As read lengths increase, he explained, software packages developed for current second-generation sequencers “may not scale so easily because they use a lot of hashing tables, where they could hash 32 bases, but [once] you get up into 100 bases, you are starting to dabble back with BLAST and BLAT and that will never cut it when you want to do 100 million reads.”
Genome centers already have their hands full with the current systems. McPherson noted that it is sometimes difficult to set up vendor software to stream data off an appliance to a cluster, and that documentation for many tools is often lacking.

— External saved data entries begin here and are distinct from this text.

/// `[allowances]`
#[derive(Debug, Deserialize)]
#[serde(deny_unknown_fields)]
pub struct Allowances {
    /// Contingency f on the computed flow: design flow = (1 + f)·Q.
    #[serde(default)]
    pub contingency: Option<Ratio>,
    /// Outline length/width ratio from which an excavation counts as a trench.
    #[serde(default)]
    pub trench_aspect_ratio: Option<f64>,
    /// Depth below every target that `design` keeps with every well running.
    #[serde(default)]
    pub operating_margin: Option<Length>,
    /// Fraction of each well's capacity `design` may use (`"80 %"`).
    #[serde(default)]
    pub capacity_fraction: Option<Ratio>,
    /// The targets must still hold with any one well out of service.
    #[serde(default)]
    pub one_well_out: Option<bool>,
}

/// `[wells]`
#[derive(Debug, Deserialize)]
#[serde(deny_unknown_fields)]
pub struct WellSpec {
    /// "deep-well" or "wellpoint".
    #[serde(default)]
    pub kind: Option<String>,
    /// Radius of the well (borehole or screen).
    pub radius: Length,
    /// Top of screen level.
    #[serde(default)]
    pub screen_top: Option<Length>,
    /// Base of screen level.
    #[serde(default)]
    pub screen_base: Option<Length>,
    /// Top of the filter (sand) column round the screen (default: the screen top).
    #[serde(default)]
    pub filter_top: Option<Length>,
    /// Base of the filter column (default: the screen base).
    #[serde(default)]
    pub filter_base: Option<Length>,
    /// Length of the filter column up from its base (instead of `filter_top`).
    #[serde(default)]
    pub filter_length: Option<Length>,
    /// Pump intake level.
    #[serde(default)]
    pub pump_intake: Option<Length>,
    /// Water depth kept above the intake.
    #[serde(default)]
    pub submergence: Option<Length>,
    /// Largest rate the chosen pump gives.
    #[serde(default)]
    pub pump_capacity: Option<Flow>,
    /// Most drawdown a wellpoint can lift by suction, below its header.
    #[serde(default)]
    pub suction_limit: Option<Length>,
    /// Standby wells added to the count for the bid.
    #[serde(default)]
    pub standby: Option<u32>,
    /// Wellpoint header (pump) level; the suction limit is measured from it (default ground).
    #[serde(default)]
    pub header_level: Option<Length>,
    /// Jacob's well-loss coefficient C in s²/m⁵ (loss = C·Q²).
    #[serde(default)]
    pub loss_coefficient: Option<f64>,
    /// Well efficiency E in (0, 1] (loss = (1/E − 1) × the well's own drawdown at its face).
    #[serde(default)]
    pub efficiency: Option<f64>,
    /// Closest spacing the design may use.
    #[serde(default)]
    pub min_spacing: Option<Length>,
    /// Widest spacing the design may use.
    #[serde(default)]
    pub max_spacing: Option<Length>,
    /// Injection capacity of a recharge well as a fraction of its abstraction capacity.
    #[serde(default)]
    pub injection_fraction: Option<f64>,
    /// Margin kept between the level in a recharge well and ground.
    #[serde(default)]
    pub injection_margin: Option<Length>,
    /// Highest level allowed in a recharge well (instead of ground − margin).
    #[serde(default)]
    pub max_injection_level: Option<Length>,
}

/// `[layout]`
#[derive(Debug, Deserialize)]
#[serde(deny_unknown_fields)]
pub struct Layout {
    /// "ring", "line", "listed" or "csv".
    pub kind: String,
    /// Name of the excavation the ring or line serves (default: the first).
    #[serde(default)]
    pub excavation: Option<String>,
    /// Ring: offset outside the outline; line: offset outside the trench edge.
    #[serde(default)]
    pub offset: Option<Length>,
    /// Ring: number of wells.
    #[serde(default)]
    pub count: Option<u32>,
    /// Ring: largest spacing along the ring (alternative to count).
    #[serde(default)]
    pub max_spacing: Option<Length>,
    /// Ring: put a well at each corner.
    #[serde(default)]
    pub corner_wells: Option<bool>,
    /// Line: spacing along the line.
    #[serde(default)]
    pub spacing: Option<Length>,
    /// Line: "one" or "both".
    #[serde(default)]
    pub sides: Option<String>,
    /// Line: the trench centre line `[[x, y], …]` (default: derived from the outline).
    #[serde(default)]
    pub centre_line: Option<toml::Spanned<Vec<Vec<f64>>>>,
    /// Line: how far the wellpoint lines run past each end of the trench (default: half the
    /// trench width plus the offset).
    #[serde(default)]
    pub end_extension: Option<Length>,
    /// Rate given to every generated well (for `check`).
    #[serde(default)]
    pub rate: Option<Flow>,
    /// CSV file of wells (kind = "csv"), relative to the design file.
    #[serde(default)]
    pub file: Option<String>,
    /// Ring: distance along the ring of the first well; line: distance of the end wellpoints
    /// inside each end of the line.
    #[serde(default)]
    pub start: Option<Length>,
    /// Ring, `drydig design`: "fewest" (default: the fewest wells on candidate positions) or
    /// "even" (evenly spaced rings only).
    #[serde(default)]
    pub placement: Option<String>,
    /// Ring, placement "fewest": step between candidate positions along the ring.
    #[serde(default)]
    pub candidate_step: Option<Length>,
    /// Ring, placement "fewest": offsets of further candidate rings outside the outline.
    #[serde(default)]
    pub candidate_offsets: Option<Vec<Length>>,
    /// Ring, placement "fewest": further candidate positions `[[x, y], …]`.
    #[serde(default)]
    pub candidates: Option<toml::Spanned<Vec<Vec<f64>>>>,
}

/// `[[well]]`
#[derive(Debug, Deserialize)]
#[serde(deny_unknown_fields)]
pub struct ListedWell {
    /// Unique name.
    pub name: String,
    /// Easting, m.
    pub x: f64,
    /// Northing, m.
    pub y: f64,
    /// Rate (negative: recharge).
    pub rate: Flow,
    /// Radius (default from `[wells]`).
    #[serde(default)]
    pub radius: Option<Length>,
}

/// `[[boundary]]`
#[derive(Debug, Deserialize)]
#[serde(deny_unknown_fields)]
pub struct Boundary {
    /// Name for reports.
    pub name: String,
    /// "constant-head" or "barrier".
    pub kind: String,
    /// Two points on the straight line `[[x1, y1], [x2, y2]]`.
    pub line: toml::Spanned<Vec<Vec<f64>>>,
}

/// `[[wall]]`: a cut-off wall (sheet piles, secant piles, slurry wall) along a polyline.
#[derive(Debug, Deserialize)]
#[serde(deny_unknown_fields)]
pub struct Wall {
    /// Name for reports.
    pub name: String,
    /// Vertices `[[x, y], …]` in the site grid, m.
    pub line: toml::Spanned<Vec<Vec<f64>>>,
    /// Whether the last vertex joins the first (a wall round the dig).
    #[serde(default)]
    pub closed: bool,
    /// Level of the toe; without it the wall cuts every aquifer.
    #[serde(default)]
    pub toe_level: Option<Length>,
    /// Resistance of a leaky wall c = wall thickness / K of the wall, a time.
    #[serde(default)]
    pub resistance: Option<Duration>,
}

/// `[[keep_out]]`
#[derive(Debug, Deserialize)]
#[serde(deny_unknown_fields)]
pub struct KeepOut {
    /// Name for reports.
    pub name: String,
    /// Polygon `[[x, y], …]`.
    pub outline: toml::Spanned<Vec<Vec<f64>>>,
}

/// `[[neighbour]]`
#[derive(Debug, Deserialize)]
#[serde(deny_unknown_fields)]
pub struct Neighbour {
    /// Unique name.
    pub name: String,
    /// Footprint polygon `[[x, y], …]`.
    pub footprint: toml::Spanned<Vec<Vec<f64>>>,
    /// Underside of foundation level.
    #[serde(default)]
    pub foundation_level: Option<Length>,
    /// Largest drawdown allowed under it.
    #[serde(default)]
    pub allowable_drawdown: Option<Length>,
    /// Largest rise of the water above its original level (beside recharge wells).
    #[serde(default)]
    pub allowable_rise: Option<Length>,
    /// Largest total settlement allowed.
    #[serde(default)]
    pub allowable_settlement: Option<Length>,
    /// Largest angular distortion allowed ("1/500").
    #[serde(default)]
    pub allowable_distortion: Option<Ratio>,
    /// Soil profile under it, top down.
    #[serde(default)]
    pub layer: Vec<SoilLayer>,
    /// Effective-stress change: "simple" (γ_w·Δh, default) or "buoyancy-loss".
    #[serde(default)]
    pub stress_change: Option<String>,
    /// Hold this building to its limits when sizing recharge (`check --size-recharge`).
    #[serde(default)]
    pub protect_with_recharge: Option<bool>,
    /// Height of the building (for the deflection ratio's tensile strain and damage category).
    #[serde(default)]
    pub height: Option<Length>,
    /// How long the water stays lowered, for consolidation in time (default: the programme's
    /// duration, when there is one).
    #[serde(default)]
    pub dewatering_duration: Option<Duration>,
}
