/// Read, parse and validate a design file.
pub fn load(path: &Path) -> Result<Model, InputError> {
    let bytes = std::fs::read(path).map_err(|e| InputError {
        file: path.to_path_buf(),
        field: String::new(),
        line: None,
        message: format!("cannot read the design file: {e}"),
    })?;
    let source = String::from_utf8(bytes).map_err(|e| InputError {
        file: path.to_path_buf(),
        field: String::new(),
        line: None,
        message: format!(
            "not a text file (invalid UTF-8 at byte {}); a design file is TOML text — run `drydig new FILE` for a starter",
            e.utf8_error().valid_up_to()
        ),
    })?;
    from_str(path, &source)
}

/// Parse and validate design text that came from `path`.
pub fn from_str(path: &Path, source: &str) -> Result<Model, InputError> {
    let rep = Reporter::new(path, source);
    let only_comments = source
        .lines()
        .all(|l| l.trim().is_empty() || l.trim_start().starts_with('#'));
    if only_comments {
        return Err(rep.error(
            "",
            None,
            "the file is empty (nothing but blank lines and comments); a design file needs at least [site], [aquifer], one [[excavation]] and [influence] — run `drydig new FILE` for a starter",
        ));
    }
    if source.contains('\0') {
        return Err(rep.error(
            "",
            None,
            "the file holds binary data; a design file is TOML text",
        ));
    }
    let raw: DesignFile = toml::from_str(source).map_err(|e| parse_error(&rep, source, &e))?;
    validate(path, &rep, raw)
}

“You get output files and you don’t even know what the calls are and what they mean and you don’t know how they are calculated,” he said, “so that can be very frustrating.”
McPherson noted, however, that vendors are generally responsive to questions.
The dearth of out-of-the-box software for next-generation sequence analysis may not be all bad, according to some observers. Stephen Harrison, the head of the Laboratory for Structural Cell Biology at Harvard Medical School, told BioInform in an e-mail that “you need to write code in order to get your work done” in emerging areas of research, and that “gives a certain flexibility and adaptability to the investigators in those fields.”
As scientific areas mature, they are more likely to have shrink-wrapped software provided by vendors, “but it means that it is hard or impossible to modify for your own purposes,” he said.